Reputation: 55

Individual y-axis for each level in parallel coordinates plot

I'm trying to generate a parallel coordinates plot, where each variable has its own axis. For instance:

So far, I've used the function ggparcoord() from the package GGally. However, as far as I can tell, it does not allow each variable to have its own axis as above.

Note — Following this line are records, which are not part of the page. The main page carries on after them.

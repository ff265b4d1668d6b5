"""Sentences about prices of risk and premia of characteristics."""

from __future__ import annotations

from soffit.estimate.cross_section import PremiumError
from soffit.estimate.statistic import NotApplicable, TestStatistic
from soffit.present.spec import Finding, NumberForm
from soffit.present.wording.numbers import join_names, plural, show, show_range
from soffit.study import CharacteristicsPriced, PricesOfRisk, Study

__all__ = [
    "characteristics_finding",
    "characteristics_sample_line",
    "errors_name",
    "identification_cautions",
    "prices_finding",
    "prices_sample_line",
]


def errors_name(kind: PremiumError) -> str:
    """Name of a kind of error as it is printed."""
    return str(kind) if kind is PremiumError.ROBUST else str(kind).replace("-", "–")


def _p(value: float) -> str:
    return f"p = {show(value, NumberForm.PVALUE)}".replace("= <", "< ")


def prices_sample_line(study: Study, prices: PricesOfRisk) -> str:
    """Write span, T, N, K, the two passes, the errors and dropped rows."""
    fit, dates, noun = prices.fit, prices.dates, prices.sample.frequency.noun
    constant = "with a constant" if fit.constant else "without a constant"
    betas = "full-sample betas" if fit.window is None else f"betas from the {plural(fit.window, noun)} before"
    lags = f", {plural(fit.lags, 'lag')}" if prices.headline is PremiumError.NEWEY_WEST else ""
    found = [t for t in fit.tests(prices.headline, prices.reference) if isinstance(t, TestStatistic)]
    law = f", {found[0].distribution.label} reference" if found else ""
    parts = [
        f"{show(dates[0], NumberForm.DATE)} to {show(dates[-1], NumberForm.DATE)}",
        f"T = {len(dates):,} {noun}s priced",
        f"N = {len(prices.assets):,}",
        f"K = {len(prices.factor_names)} ({join_names(prices.factor_names)})",
        f"{fit.second_pass} cross-sections {constant}",
        betas,
        f"{errors_name(prices.headline)} errors{lags}{law}",
        f"{plural(study.record.dropped_rows, 'row')} dropped at intake",
    ]
    unused = len(prices.sample.returns) - len(prices.block.dates)
    if unused:
        parts.append(f"{plural(unused, noun)} outside the common sample")
    return " · ".join(parts)


def prices_finding(prices: PricesOfRisk) -> Finding:
    """Say which betas are paid, whether the prices are the factors' means, and how well the model fits."""
    sentences = [_paid(prices), _fit(prices)]
    if prices.useless or prices.identified is False:
        sentences.append(identification_cautions(prices)[0])
    return Finding(" ".join(sentences))


def _paid(prices: PricesOfRisk) -> str:
    size, table = 1.0 - prices.settings.level, prices.table
    factors = table.loc[list(prices.factor_names)]
    paid = [str(name) for name in factors.index[factors[f"p {prices.headline}"] < size]]
    verb = "differs" if len(paid) == 1 else "differ"
    names = f" ({join_names(paid)})" if paid else ""
    count = f"{len(paid) or 'none'} of {plural(len(factors), 'price')} of risk"
    head = f"At {show(size, NumberForm.SHARE)}, {count} {verb} from zero{names}"
    if factors["gap_p"].isna().all():
        return head + "."
    apart = factors[factors["gap_p"] < size].sort_values("gap_p", kind="stable")
    if not len(apart):
        return f"{head}, and none from its factor's mean."
    listed = [
        f"{name} {show(row.premium, NumberForm.PERCENT)} a year against {show(row.factor_mean, NumberForm.PERCENT)}"
        for name, row in zip(apart.index, apart.itertuples(), strict=True)
    ]
    verb = "differs from its factor's mean" if len(apart) == 1 else "differ from their factors' means"
    return f"{head}, and {len(apart)} {verb}: {join_names(listed, most=3)}."


def _fit(prices: PricesOfRisk) -> str:
    what = "differences in mean returns" if prices.fit.constant else "mean returns"
    value = prices.fit.r2_ols
    if isinstance(value, NotApplicable):
        explained = f"There is no cross-sectional R²: {value.reason}"
    else:
        explained = f"Betas explain {show(value, NumberForm.SHARE)} of {what}{_interval(prices)}"
    test = prices.fit.pricing_f
    if isinstance(test, NotApplicable):
        return f"{explained}; there is no test of the pricing errors: {test.reason}."
    size = 1.0 - prices.settings.level
    verdict = "are not all zero" if test.pvalue < size else "could all be zero"
    return f"{explained}; pricing errors {verdict} ({test.distribution.label}, {_p(test.pvalue)})."


def _interval(prices: PricesOfRisk) -> str:
    found = prices.r2_ols
    if isinstance(found, NotApplicable) or isinstance(found.interval, NotApplicable):
        return ""
    level = show(found.interval.level, NumberForm.SHARE)
    return f" ({level} interval {show_range(found.interval.low, found.interval.high, NumberForm.SHARE)})"


def identification_cautions(prices: PricesOfRisk) -> tuple[str, ...]:
    """Warn of factors whose prices the betas do not identify; empty if there are none."""
    out = []
    across = "differ across assets" if prices.fit.constant else "differ from zero"
    if len(prices.useless) == 1:
        out.append(
            f"The betas on {prices.useless[0]} do not {across} beyond noise: its price of risk is not identified."
        )
    elif prices.useless:
        out.append(
            f"The betas on {join_names(prices.useless)} do not {across} beyond noise: their prices of risk are not "
            "identified."
        )
    if prices.identified is False:
        out.append(
            "The rank tests do not reject that the betas cannot tell the factors apart: t ratios of the prices of "
            "risk are not to be relied on."
        )
    return tuple(out)


def characteristics_sample_line(study: Study, priced: CharacteristicsPriced) -> str:
    """Write span, number of cross-sections, assets in each, the lag and what was left out."""
    fit, noun = priced.fit, priced.sample.frequency.noun
    low, high = int(fit.counts.min()), int(fit.counts.max())
    parts = [
        f"{show(priced.dates[0], NumberForm.DATE)} to {show(priced.dates[-1], NumberForm.DATE)}",
        f"{len(priced.dates):,} cross-sections",
        f"{low:,} assets each" if low == high else f"{low:,} to {high:,} assets each",
        "with a constant" if fit.constant else "without a constant",
        f"characteristics {plural(priced.lag, noun)} before the return"
        if priced.lag
        else f"characteristics of the same {noun}",
        f"{errors_name(PremiumError.FAMA_MACBETH)} errors, t({len(priced.dates) - 1})",
        f"{plural(fit.incomplete, 'row')} with a missing value left out",
    ]
    if len(fit.skipped):
        parts.append(f"{plural(len(fit.skipped), noun)} without a cross-section")
    if priced.outside:
        parts.append(f"{plural(priced.outside, 'row')} dated outside the sample")
    if priced.unmatched:
        parts.append(
            f"{plural(len(priced.unmatched), 'asset')} not in the study ({join_names(priced.unmatched)})"
        )
    return " · ".join(parts) + f" · {plural(study.record.dropped_rows, 'row')} dropped at intake"


def characteristics_finding(priced: CharacteristicsPriced) -> Finding:
    """Say which characteristics are paid and how much of each cross-section they explain."""
    size, table = 1.0 - priced.settings.level, priced.table.loc[list(priced.names)]
    error = PremiumError.FAMA_MACBETH
    paid = table[table[f"p {error}"] < size]
    listed = [f"{name} (t {show(float(t), NumberForm.RATIO)})" for name, t in paid[f"t {error}"].items()]
    names = f": {join_names(listed)}" if listed else ""
    verb = "is" if len(paid) == 1 else "are"
    r2 = priced.fit.average_r2
    share = (
        f"there is no average R²: {r2.reason}"
        if isinstance(r2, NotApplicable)
        else f"they explain {show(r2, NumberForm.SHARE)} of a {priced.sample.frequency.noun}'s returns on average"
    )
    count = f"{len(paid) or 'none'} of {plural(len(table), 'characteristic')}"
    return Finding(f"At {show(size, NumberForm.SHARE)}, {count} {verb} paid{names}; {share}.")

Does anyone know how this may be done using R, preferably using ggplot2? Thanks in advance.

Upvotes: 0

Answers (3)

otter_interested_in_nature

Reputation: 23

If someone finds the question on google like I did, the easy to use function from @MattSainsbury-Dale answer produces some warnings because of deprecated functions:

Warning: Using an external vector in selections was deprecated in tidyselect 1.1.0
Warning: Returning more (or less) than 1 row per summarise() group was deprecated in dplyr 1.1.0.
Warning: aes_string() was deprecated in ggplot2 3.0.0.

I fixed those as I might be using this on a Shiny app and thought I'd share it here.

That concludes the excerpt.